_Assigned task:_ Beginning with the first line, please return the entries exactly through the line that contains "cmake_minimum_required(VERSION 3.24)", and leave out all later lines.

_Records shown:_
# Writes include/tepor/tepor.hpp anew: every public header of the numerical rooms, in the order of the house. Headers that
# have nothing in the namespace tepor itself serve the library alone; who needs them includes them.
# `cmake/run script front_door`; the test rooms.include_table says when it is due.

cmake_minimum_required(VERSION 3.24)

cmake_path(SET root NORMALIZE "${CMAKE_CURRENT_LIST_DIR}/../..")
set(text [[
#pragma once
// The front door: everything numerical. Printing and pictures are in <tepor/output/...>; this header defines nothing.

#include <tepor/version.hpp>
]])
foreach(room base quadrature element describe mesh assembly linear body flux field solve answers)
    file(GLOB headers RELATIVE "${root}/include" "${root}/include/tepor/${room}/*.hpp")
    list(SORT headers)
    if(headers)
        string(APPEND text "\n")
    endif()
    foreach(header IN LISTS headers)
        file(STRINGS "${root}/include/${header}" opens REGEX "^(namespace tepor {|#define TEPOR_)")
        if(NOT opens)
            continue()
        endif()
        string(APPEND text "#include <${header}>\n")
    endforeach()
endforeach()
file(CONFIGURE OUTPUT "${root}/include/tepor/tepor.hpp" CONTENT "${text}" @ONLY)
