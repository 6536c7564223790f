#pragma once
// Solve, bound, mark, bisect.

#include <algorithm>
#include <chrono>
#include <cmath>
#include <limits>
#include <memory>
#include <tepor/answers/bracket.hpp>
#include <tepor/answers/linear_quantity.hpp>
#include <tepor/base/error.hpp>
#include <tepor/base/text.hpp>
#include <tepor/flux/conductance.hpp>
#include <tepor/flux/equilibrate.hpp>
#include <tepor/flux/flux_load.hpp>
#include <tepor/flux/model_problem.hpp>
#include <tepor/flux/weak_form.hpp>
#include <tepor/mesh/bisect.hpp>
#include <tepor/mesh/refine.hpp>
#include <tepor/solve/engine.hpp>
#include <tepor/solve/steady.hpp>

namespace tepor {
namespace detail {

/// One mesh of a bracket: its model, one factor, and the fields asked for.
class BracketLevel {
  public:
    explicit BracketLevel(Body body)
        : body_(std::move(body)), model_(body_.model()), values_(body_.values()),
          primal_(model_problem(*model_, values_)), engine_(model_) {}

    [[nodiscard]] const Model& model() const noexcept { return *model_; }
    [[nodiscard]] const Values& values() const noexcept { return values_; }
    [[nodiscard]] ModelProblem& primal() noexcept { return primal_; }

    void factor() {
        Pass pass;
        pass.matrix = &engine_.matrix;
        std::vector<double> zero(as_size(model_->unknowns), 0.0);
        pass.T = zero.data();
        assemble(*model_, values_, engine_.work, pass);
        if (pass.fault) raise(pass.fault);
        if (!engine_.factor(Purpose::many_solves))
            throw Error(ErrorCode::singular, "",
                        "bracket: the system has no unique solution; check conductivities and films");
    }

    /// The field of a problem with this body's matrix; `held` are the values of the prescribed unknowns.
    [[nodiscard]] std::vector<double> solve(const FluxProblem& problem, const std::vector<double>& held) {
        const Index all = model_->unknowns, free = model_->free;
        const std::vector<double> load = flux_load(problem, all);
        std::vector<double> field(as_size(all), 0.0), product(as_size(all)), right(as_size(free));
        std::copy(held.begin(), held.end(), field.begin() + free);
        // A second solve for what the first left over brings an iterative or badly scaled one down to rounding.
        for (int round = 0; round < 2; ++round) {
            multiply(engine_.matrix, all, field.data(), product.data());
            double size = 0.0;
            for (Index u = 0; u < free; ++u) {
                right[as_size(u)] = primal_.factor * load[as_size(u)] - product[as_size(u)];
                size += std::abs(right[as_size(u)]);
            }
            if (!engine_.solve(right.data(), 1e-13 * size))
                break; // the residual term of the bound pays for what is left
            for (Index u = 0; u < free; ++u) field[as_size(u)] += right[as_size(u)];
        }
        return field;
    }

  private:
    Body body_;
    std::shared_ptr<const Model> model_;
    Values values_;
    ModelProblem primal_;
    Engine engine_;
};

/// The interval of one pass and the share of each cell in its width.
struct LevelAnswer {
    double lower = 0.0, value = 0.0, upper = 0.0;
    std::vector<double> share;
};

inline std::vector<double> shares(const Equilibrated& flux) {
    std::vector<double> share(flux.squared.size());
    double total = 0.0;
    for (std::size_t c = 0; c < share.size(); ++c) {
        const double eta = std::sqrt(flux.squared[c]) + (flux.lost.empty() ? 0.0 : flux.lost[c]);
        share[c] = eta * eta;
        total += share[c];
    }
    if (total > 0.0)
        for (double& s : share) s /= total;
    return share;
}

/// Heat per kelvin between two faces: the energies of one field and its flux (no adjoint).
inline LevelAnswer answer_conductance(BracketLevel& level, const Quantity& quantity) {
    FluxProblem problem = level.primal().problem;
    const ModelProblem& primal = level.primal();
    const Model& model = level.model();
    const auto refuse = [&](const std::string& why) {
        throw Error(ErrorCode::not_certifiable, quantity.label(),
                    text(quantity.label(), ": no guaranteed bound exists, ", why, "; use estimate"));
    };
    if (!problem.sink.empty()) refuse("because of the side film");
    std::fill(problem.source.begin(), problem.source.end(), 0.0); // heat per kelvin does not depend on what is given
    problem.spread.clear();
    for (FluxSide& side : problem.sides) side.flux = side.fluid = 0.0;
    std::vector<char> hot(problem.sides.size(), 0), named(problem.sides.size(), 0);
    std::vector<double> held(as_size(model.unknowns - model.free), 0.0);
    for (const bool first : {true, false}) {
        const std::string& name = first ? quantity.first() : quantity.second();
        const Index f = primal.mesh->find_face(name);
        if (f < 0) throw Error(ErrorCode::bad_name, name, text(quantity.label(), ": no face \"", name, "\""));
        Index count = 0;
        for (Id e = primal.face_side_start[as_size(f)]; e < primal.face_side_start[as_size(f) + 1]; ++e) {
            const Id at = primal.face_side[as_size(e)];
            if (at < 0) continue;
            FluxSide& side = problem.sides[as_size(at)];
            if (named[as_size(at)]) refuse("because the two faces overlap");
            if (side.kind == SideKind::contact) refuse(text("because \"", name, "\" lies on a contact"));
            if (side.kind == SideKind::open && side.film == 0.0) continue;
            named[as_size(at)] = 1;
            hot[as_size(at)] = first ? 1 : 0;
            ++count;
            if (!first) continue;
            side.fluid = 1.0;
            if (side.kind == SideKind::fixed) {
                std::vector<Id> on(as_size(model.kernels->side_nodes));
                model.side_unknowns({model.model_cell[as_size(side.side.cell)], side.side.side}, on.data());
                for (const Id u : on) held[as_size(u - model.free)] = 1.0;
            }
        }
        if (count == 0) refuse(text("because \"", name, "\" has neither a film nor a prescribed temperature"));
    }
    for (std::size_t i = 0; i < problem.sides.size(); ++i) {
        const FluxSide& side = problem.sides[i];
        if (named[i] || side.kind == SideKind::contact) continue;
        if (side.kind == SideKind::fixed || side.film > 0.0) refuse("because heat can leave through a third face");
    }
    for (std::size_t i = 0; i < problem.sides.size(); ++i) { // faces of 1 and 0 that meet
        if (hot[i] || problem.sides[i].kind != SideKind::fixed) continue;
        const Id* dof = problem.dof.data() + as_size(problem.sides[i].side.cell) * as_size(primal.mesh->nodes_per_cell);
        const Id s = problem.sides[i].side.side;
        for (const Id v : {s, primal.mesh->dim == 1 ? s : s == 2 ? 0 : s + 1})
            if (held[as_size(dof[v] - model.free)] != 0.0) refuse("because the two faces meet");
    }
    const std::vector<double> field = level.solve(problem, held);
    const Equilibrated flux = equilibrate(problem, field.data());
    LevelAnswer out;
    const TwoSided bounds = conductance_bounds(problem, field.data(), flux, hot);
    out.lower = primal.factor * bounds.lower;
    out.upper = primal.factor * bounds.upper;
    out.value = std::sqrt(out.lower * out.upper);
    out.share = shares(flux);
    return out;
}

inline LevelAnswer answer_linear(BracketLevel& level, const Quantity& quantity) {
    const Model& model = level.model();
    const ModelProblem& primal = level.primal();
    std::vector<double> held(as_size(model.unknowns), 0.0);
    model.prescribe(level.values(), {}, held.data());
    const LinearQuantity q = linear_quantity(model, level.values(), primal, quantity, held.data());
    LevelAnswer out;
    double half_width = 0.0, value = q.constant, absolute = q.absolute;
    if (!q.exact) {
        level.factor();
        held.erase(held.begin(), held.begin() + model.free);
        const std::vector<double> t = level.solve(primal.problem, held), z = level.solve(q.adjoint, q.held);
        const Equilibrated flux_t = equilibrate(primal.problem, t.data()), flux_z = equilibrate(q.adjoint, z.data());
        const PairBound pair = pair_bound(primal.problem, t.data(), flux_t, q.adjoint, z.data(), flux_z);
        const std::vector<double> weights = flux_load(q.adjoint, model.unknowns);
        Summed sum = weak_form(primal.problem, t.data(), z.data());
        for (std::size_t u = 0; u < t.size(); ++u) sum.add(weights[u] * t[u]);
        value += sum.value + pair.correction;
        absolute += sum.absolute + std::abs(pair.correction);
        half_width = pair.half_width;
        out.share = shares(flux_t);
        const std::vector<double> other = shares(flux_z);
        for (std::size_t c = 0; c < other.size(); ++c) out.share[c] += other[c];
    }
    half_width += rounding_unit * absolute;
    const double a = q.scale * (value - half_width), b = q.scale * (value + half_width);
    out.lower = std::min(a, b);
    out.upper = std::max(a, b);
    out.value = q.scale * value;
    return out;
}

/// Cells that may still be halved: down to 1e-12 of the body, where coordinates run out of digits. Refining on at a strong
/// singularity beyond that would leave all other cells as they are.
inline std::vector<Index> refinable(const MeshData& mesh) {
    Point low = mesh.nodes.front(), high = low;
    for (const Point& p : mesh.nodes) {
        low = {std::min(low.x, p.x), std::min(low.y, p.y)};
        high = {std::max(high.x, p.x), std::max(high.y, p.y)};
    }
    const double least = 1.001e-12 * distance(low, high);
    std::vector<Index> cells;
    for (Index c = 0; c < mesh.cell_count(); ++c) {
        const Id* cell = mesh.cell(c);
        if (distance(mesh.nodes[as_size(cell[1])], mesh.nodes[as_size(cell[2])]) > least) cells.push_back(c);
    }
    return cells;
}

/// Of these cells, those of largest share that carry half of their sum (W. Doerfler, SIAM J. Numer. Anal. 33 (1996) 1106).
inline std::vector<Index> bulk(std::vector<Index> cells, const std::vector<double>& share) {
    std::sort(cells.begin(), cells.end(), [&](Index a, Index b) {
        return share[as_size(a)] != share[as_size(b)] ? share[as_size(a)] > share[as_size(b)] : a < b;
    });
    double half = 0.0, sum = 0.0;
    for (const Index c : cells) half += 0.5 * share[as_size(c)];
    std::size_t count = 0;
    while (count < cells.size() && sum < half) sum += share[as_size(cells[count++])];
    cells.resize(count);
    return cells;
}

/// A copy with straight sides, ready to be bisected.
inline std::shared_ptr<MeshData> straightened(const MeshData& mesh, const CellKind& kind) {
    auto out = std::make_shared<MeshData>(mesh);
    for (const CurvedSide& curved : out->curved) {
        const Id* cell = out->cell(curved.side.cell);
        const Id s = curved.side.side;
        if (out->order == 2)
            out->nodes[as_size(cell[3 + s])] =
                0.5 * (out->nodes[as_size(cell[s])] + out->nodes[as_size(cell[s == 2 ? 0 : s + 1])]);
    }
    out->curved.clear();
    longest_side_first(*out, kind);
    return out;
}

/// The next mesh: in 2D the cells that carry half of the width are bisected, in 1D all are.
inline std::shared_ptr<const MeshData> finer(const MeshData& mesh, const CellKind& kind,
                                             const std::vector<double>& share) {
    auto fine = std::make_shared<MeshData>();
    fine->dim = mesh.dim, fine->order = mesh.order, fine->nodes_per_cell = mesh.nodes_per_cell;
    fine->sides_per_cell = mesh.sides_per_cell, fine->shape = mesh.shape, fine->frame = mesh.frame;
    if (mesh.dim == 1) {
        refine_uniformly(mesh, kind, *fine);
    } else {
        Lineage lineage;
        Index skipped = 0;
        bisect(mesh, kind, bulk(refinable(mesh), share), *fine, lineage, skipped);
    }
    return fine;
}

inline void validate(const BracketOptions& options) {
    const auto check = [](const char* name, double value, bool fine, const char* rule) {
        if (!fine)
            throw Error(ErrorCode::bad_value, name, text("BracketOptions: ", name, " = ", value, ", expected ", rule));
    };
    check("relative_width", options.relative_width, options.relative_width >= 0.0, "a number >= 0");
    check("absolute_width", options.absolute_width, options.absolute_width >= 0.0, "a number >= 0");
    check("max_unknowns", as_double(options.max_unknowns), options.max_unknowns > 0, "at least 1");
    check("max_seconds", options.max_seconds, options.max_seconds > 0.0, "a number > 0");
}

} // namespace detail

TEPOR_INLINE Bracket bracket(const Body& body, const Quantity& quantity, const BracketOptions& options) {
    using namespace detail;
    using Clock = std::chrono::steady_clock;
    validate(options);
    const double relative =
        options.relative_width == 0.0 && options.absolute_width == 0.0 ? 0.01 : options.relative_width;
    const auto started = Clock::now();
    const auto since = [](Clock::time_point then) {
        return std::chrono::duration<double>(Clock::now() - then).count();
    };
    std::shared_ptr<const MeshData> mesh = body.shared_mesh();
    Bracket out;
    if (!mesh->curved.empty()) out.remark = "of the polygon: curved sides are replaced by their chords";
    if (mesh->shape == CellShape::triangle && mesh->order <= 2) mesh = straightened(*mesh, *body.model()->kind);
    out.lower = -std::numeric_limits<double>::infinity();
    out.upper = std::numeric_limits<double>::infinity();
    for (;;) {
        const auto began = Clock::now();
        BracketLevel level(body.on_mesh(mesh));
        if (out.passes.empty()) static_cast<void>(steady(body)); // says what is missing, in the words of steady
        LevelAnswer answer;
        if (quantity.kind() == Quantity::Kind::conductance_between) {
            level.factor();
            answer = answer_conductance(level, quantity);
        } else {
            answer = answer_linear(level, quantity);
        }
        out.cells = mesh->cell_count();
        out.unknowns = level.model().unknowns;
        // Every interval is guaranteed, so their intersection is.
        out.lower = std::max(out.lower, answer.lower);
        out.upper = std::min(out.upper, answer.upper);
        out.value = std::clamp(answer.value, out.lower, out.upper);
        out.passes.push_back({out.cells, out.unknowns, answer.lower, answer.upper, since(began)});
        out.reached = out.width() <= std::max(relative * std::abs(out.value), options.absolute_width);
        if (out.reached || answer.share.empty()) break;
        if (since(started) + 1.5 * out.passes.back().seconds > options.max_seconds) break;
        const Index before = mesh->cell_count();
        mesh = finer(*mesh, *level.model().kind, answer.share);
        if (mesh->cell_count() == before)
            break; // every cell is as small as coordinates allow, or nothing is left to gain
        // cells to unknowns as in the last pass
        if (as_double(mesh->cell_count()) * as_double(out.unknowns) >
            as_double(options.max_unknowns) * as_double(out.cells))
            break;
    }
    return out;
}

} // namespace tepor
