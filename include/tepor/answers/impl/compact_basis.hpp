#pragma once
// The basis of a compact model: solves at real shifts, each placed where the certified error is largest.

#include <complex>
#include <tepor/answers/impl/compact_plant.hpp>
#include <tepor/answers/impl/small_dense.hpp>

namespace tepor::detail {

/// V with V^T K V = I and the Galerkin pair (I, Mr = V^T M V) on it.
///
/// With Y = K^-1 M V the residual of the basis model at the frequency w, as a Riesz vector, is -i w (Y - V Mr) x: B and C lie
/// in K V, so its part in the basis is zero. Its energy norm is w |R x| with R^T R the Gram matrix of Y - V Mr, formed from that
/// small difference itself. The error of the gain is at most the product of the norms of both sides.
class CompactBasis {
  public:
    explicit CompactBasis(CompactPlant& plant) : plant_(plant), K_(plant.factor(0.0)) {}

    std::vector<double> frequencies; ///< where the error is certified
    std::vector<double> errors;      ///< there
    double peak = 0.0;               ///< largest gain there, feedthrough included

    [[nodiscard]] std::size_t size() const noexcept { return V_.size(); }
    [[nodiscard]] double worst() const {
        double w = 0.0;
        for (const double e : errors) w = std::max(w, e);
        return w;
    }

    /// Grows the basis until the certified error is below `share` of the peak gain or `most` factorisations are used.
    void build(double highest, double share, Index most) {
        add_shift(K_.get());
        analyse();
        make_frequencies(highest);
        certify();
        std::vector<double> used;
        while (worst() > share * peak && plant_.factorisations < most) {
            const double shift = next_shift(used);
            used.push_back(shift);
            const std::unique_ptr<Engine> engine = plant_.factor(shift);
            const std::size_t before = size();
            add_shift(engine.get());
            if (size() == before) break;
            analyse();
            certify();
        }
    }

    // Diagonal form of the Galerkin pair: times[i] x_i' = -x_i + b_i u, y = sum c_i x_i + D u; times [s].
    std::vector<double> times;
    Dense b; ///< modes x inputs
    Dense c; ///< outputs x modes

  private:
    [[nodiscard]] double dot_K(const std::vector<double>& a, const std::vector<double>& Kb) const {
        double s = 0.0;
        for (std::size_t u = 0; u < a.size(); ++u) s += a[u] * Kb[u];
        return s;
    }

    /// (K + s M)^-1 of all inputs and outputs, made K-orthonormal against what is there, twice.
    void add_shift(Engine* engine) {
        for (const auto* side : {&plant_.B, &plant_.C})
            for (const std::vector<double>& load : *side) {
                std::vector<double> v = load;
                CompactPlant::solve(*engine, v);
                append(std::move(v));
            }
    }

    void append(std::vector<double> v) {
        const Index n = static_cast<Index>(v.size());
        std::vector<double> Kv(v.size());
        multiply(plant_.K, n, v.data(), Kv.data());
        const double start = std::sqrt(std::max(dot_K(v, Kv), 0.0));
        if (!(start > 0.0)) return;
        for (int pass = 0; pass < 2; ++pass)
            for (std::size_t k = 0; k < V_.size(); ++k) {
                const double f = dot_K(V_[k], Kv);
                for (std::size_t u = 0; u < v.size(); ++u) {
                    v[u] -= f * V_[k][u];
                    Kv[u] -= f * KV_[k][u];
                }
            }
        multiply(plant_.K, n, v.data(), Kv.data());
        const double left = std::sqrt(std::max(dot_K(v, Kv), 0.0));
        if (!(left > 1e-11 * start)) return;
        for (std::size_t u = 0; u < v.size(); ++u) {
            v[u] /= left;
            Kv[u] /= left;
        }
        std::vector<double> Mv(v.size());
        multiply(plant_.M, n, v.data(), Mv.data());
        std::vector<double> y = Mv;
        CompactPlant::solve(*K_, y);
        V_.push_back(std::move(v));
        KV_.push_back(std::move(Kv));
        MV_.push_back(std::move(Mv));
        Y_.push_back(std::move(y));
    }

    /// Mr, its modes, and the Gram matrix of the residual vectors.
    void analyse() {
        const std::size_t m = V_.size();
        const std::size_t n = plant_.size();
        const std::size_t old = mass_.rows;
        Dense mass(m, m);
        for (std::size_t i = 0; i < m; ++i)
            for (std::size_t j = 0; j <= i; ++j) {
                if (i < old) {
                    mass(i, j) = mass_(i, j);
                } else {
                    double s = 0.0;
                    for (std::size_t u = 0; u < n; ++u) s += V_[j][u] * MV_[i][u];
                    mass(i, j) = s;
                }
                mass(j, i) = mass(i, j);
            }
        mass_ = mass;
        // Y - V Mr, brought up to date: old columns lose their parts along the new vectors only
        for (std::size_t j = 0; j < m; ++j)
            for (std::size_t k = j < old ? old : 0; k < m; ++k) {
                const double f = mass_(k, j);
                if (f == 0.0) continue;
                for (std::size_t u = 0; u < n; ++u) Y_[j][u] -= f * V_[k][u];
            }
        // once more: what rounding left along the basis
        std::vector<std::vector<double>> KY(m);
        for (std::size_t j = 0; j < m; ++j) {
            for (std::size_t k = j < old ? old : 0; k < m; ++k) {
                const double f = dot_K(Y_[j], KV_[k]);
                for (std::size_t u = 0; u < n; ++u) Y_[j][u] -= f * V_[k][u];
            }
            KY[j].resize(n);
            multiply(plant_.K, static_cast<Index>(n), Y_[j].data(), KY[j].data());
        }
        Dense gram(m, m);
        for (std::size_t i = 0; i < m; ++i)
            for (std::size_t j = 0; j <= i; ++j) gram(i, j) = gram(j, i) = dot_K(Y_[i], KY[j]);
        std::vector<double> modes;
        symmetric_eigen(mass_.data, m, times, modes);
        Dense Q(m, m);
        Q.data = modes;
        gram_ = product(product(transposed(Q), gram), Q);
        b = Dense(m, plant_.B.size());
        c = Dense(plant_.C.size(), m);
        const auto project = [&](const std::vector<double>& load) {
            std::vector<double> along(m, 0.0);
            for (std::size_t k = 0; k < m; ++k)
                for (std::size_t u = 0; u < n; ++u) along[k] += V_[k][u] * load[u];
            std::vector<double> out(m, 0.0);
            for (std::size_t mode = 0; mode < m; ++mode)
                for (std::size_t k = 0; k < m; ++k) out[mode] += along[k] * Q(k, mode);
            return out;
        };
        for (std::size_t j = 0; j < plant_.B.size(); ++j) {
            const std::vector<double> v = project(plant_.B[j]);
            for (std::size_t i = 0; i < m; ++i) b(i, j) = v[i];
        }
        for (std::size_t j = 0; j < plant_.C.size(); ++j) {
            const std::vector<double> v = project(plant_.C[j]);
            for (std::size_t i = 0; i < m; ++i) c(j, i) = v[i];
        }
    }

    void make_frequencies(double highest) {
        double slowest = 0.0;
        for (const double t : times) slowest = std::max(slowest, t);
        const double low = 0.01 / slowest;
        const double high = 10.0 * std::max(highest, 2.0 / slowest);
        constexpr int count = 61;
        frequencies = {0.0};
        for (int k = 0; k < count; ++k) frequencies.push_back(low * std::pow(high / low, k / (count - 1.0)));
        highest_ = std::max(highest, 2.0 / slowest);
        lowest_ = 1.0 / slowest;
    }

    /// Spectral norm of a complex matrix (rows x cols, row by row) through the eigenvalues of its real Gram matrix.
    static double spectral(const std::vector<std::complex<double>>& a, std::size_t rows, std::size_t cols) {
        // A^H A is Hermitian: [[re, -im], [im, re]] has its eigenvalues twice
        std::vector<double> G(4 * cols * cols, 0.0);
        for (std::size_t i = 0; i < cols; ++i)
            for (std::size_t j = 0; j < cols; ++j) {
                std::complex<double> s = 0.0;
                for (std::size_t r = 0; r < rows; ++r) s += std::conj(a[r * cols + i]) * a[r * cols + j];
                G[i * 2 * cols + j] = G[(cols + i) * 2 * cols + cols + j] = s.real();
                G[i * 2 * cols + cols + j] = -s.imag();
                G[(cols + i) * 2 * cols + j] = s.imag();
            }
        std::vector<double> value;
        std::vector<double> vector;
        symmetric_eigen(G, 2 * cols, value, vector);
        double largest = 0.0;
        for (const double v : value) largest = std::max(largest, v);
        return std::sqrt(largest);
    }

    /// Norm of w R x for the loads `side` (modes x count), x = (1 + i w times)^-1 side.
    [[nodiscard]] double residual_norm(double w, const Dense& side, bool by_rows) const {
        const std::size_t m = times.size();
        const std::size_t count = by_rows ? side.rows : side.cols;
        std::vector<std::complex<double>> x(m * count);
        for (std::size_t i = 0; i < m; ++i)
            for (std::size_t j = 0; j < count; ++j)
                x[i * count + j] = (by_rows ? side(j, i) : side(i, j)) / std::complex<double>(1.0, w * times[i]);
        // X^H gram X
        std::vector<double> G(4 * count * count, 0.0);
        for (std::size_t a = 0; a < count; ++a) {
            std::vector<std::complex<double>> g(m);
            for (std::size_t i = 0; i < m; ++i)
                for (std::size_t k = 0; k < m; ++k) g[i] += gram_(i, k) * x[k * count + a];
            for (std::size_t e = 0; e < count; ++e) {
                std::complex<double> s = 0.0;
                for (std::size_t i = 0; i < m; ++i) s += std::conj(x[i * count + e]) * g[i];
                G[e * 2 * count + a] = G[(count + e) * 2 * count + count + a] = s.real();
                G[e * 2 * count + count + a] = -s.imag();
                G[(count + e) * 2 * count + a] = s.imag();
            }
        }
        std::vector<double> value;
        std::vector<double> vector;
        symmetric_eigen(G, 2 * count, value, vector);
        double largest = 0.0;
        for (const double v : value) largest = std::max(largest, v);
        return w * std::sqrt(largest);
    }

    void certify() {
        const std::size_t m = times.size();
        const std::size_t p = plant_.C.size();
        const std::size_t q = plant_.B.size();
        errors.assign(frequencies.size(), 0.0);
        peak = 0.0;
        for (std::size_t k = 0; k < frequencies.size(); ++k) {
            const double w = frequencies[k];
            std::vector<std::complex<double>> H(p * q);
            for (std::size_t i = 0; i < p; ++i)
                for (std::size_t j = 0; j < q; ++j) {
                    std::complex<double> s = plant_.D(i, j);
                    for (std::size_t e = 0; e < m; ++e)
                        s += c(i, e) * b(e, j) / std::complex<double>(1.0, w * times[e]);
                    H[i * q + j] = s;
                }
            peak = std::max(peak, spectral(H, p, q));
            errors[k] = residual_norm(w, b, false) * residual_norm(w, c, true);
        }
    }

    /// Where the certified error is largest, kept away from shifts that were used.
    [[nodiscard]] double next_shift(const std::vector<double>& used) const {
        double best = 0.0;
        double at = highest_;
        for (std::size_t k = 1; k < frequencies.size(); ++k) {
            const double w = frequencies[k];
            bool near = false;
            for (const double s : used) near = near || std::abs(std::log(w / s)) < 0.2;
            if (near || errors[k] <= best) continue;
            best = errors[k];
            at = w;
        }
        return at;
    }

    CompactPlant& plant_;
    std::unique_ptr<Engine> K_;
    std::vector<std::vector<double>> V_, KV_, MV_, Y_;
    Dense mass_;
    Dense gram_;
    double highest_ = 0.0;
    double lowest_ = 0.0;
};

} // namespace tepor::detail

_Solved exercise:_
# Writes include/tepor/tepor.hpp anew: every public header of the numerical rooms, in the order of the house. Headers that
# have nothing in the namespace tepor itself serve the library alone; who needs them includes them.
# `cmake/run script front_door`; the test rooms.include_table says when it is due.

cmake_minimum_required(VERSION 3.24)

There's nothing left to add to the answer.